Linda, one of my Aunts donated her WAAC uniform to the "Women in Military Museum," and included her photo!  The Museum made a postcard out of her photo and did not give her name. Several years later, my older Sister took my 2nd Aunt to the Memorial, after her Sister had passed away, and she purchased the  postcard  and a book with the photos that resembled my Aunt. I saw them during my final visit with my aunt, and called the Memorial to ask why there was no name on the postcard! "Oh! We didn't know who that was!" was their answer! Sometime later, a man in uniform met me at the photocopy machine, when I tried to copy the two photos side by side, and said to me: "Once someone enrolls in the service, their photo becomes the property of the Armed Forces. They lose their identity!" My aunt is now an ICON for the WAAC !


12/17/18 11:08 PM #664    

 

Mike Floyd

Several years ago our Yacht Club had a day on the water and Crab Feast for about 40 wounded warriors.  They were greeted by most of the town of Urbanna standing on the bridge coming into town waving American flags.  They were treated to fishing, sailing or just motoring.  What really surprised me was that more than half, probably two-thirds were women.  It was a wonderful experience for all of us.

 

 


12/17/18 11:40 PM #665    

 

Marilyn Wolfe (Ruben)

How kind, Mike!  I am really impressed with the program of "Wounded Warriors!". That is a great organization!


12/30/18 03:36 AM #666    

 

Marilyn Wolfe (Ruben)

 

 

 

Hello, Classmates!  This has been the most hectic Holiday Season I can remember in a long time! (Or is it that I am just growing older?)  We ran straight through 7 different events this past week, and only today, when it was all over, did I say to myself: "Omigosh!  I forgot to wish my classmates Merry Christmas!" I hope your gatherings with family & friends were joyful!

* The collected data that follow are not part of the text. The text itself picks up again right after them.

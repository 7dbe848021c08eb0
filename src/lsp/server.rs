//! The server state and the protocol handlers.
//!
//! Handlers run concurrently in tower-lsp-server, so each notification that
//! changes a document applies its change to [`Documents`] synchronously,
//! before any `.await`, and then only names the document to the analysis
//! task. That one task merges the pending work per document, analyses in
//! `spawn_blocking` (a panic there is caught and logged), drops a result
//! whose version is no longer the document's, and publishes diagnostics
//! tagged with the version they describe. Requests wait (briefly) for the
//! snapshot of the current version, so they never answer from older text
//! when a newer analysis is on its way.

use super::convert::{self, RuleDocs, Text};
use super::documents::{Applied, Change, Documents};
use super::snapshot::{self, Snapshot};
use crate::syntax::line_index::Encoding;
use serde_json::Value;
use std::collections::HashMap;
use std::panic::AssertUnwindSafe;
use std::path::{Path, PathBuf};
use std::sync::{Arc, Mutex, MutexGuard};
use std::time::Duration;
use tokio::sync::{mpsc, watch};
use tower_lsp_server::jsonrpc::Result;
use tower_lsp_server::ls_types::*;
use tower_lsp_server::{Client, LanguageServer};

/// How long a request waits for the analysis of the current version before
/// it answers from the newest snapshot there is.
const WAIT_FOR_ANALYSIS: Duration = Duration::from_secs(10);

/// What the client told us at initialization and since.
#[derive(Debug)]
struct Settings {
    encoding: Encoding,
    /// The client pulls diagnostics (`textDocument/diagnostic`), so the
    /// server does not push them.
    pull: bool,
    /// The client's own inlay-hint switch, overriding `stoik.toml`.
    inlay_hints: Option<bool>,
    roots: Vec<PathBuf>,
    rule_docs: RuleDocs,
}

impl Default for Settings {
    fn default() -> Self {
        Settings {
            encoding: Encoding::Utf16,
            pull: false,
            inlay_hints: None,
            roots: Vec::new(),
            rule_docs: RuleDocs::default(),
        }
    }
}

/// State shared by the handlers and the analysis task.
struct State {
    docs: Mutex<Documents>,
    snapshots: Mutex<HashMap<PathBuf, Arc<Snapshot>>>,
    /// Versions whose analysis failed, so that waiting requests give up.
    failed: Mutex<HashMap<PathBuf, i32>>,
    settings: Mutex<Settings>,
    /// Bumped after every finished analysis; requests wait on it.
    analysed: watch::Sender<u64>,
    queue: mpsc::UnboundedSender<PathBuf>,
    last_config_error: Mutex<Option<String>>,
}

/// Lock a mutex, recovering the data when a panicking thread poisoned it:
/// every critical section here leaves the data consistent.
fn lock<T>(m: &Mutex<T>) -> MutexGuard<'_, T> {
    m.lock().unwrap_or_else(|poisoned| poisoned.into_inner())
}

/// Run a feature, turning a panic into `None` and a line on stderr.
fn guarded<T>(what: &str, f: impl FnOnce() -> T) -> Option<T> {
    match std::panic::catch_unwind(AssertUnwindSafe(f)) {
        Ok(v) => Some(v),
        Err(panic) => {
            eprintln!("stoik lsp: {what} panicked: {}", panic_text(&panic));
            None
        }
    }
}

fn panic_text(panic: &Box<dyn std::any::Any + Send>) -> String {
    if let Some(s) = panic.downcast_ref::<&str>() {
        (*s).to_string()
    } else if let Some(s) = panic.downcast_ref::<String>() {
        s.clone()
    } else {
        "unknown panic".to_string()
    }
}

/// The language server.
pub struct Backend {
    client: Client,
    state: Arc<State>,
}

impl Backend {
    pub fn new(client: Client) -> Self {
        let (tx, rx) = mpsc::unbounded_channel();
        let (analysed, _) = watch::channel(0u64);
        let state = Arc::new(State {
            docs: Mutex::new(Documents::default()),
            snapshots: Mutex::new(HashMap::new()),
            failed: Mutex::new(HashMap::new()),
            settings: Mutex::new(Settings::default()),
            analysed,
            queue: tx,
            last_config_error: Mutex::new(None),
        });
        tokio::spawn(analysis_task(state.clone(), client.clone(), rx));
        Backend { client, state }
    }

    fn encoding(&self) -> Encoding {
        lock(&self.state.settings).encoding
    }

    /// Queue a document and every open document whose analysis read it.
    fn schedule(&self, path: &Path) {
        let mut paths = vec![path.to_path_buf()];
        for (p, snap) in lock(&self.state.snapshots).iter() {
            if p != path && snap.workspace().id_of(path).is_some() {
                paths.push(p.clone());
            }
        }
        for p in paths {
            // The receiver lives as long as the server; a send can only fail
            // while shutting down, when there is nothing left to analyse.
            let _ = self.state.queue.send(p);
        }
    }

    fn schedule_all(&self) {
        for p in lock(&self.state.docs).paths() {
            let _ = self.state.queue.send(p);
        }
    }

    /// The snapshot of the document's current version, waiting for the
    /// analysis when it is still running; the newest one after a timeout.
    async fn snapshot(&self, uri: &Uri) -> Option<Arc<Snapshot>> {
        let path = convert::path_of(uri)?;
        let mut rx = self.state.analysed.subscribe();
        let deadline = tokio::time::Instant::now() + WAIT_FOR_ANALYSIS;
        loop {
            let version = lock(&self.state.docs).get(&path).map(|d| d.version)?;
            let snap = lock(&self.state.snapshots).get(&path).cloned();
            if let Some(s) = &snap
                && s.version >= version
            {
                return snap;
            }
            if lock(&self.state.failed).get(&path) == Some(&version) {
                return snap;
            }
            match tokio::time::timeout_at(deadline, rx.changed()).await {
                Ok(Ok(())) => continue,
                _ => return snap,
            }
        }
    }

    fn inlay_hints_enabled(&self, snap: &Snapshot) -> bool {
        lock(&self.state.settings)
            .inlay_hints
            .unwrap_or(snap.config.inlay_hints)
    }

    fn apply_settings(&self, value: &Value) {
        if let Some(on) = inlay_switch(value) {
            lock(&self.state.settings).inlay_hints = Some(on);
        }
    }
}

We attended 3 out of 4 events last weekend for the Wedding of the Daughter of Joel's former Business Partner, an Accountant from India by way of Canada!  He has a beautiful wife and 3 lovely, lively daughters, the oldest of whom was "matched" with her Fiance, whose family lives in Missouri !  Several hundred people observed the festivities, including "Painting the Face of the Bride" for a blessing, Eating Traditional Meals, and watching all the Young Adults  "Dancing Round & Round" for many hours! It was a great exercise in "Cultural Awareness!"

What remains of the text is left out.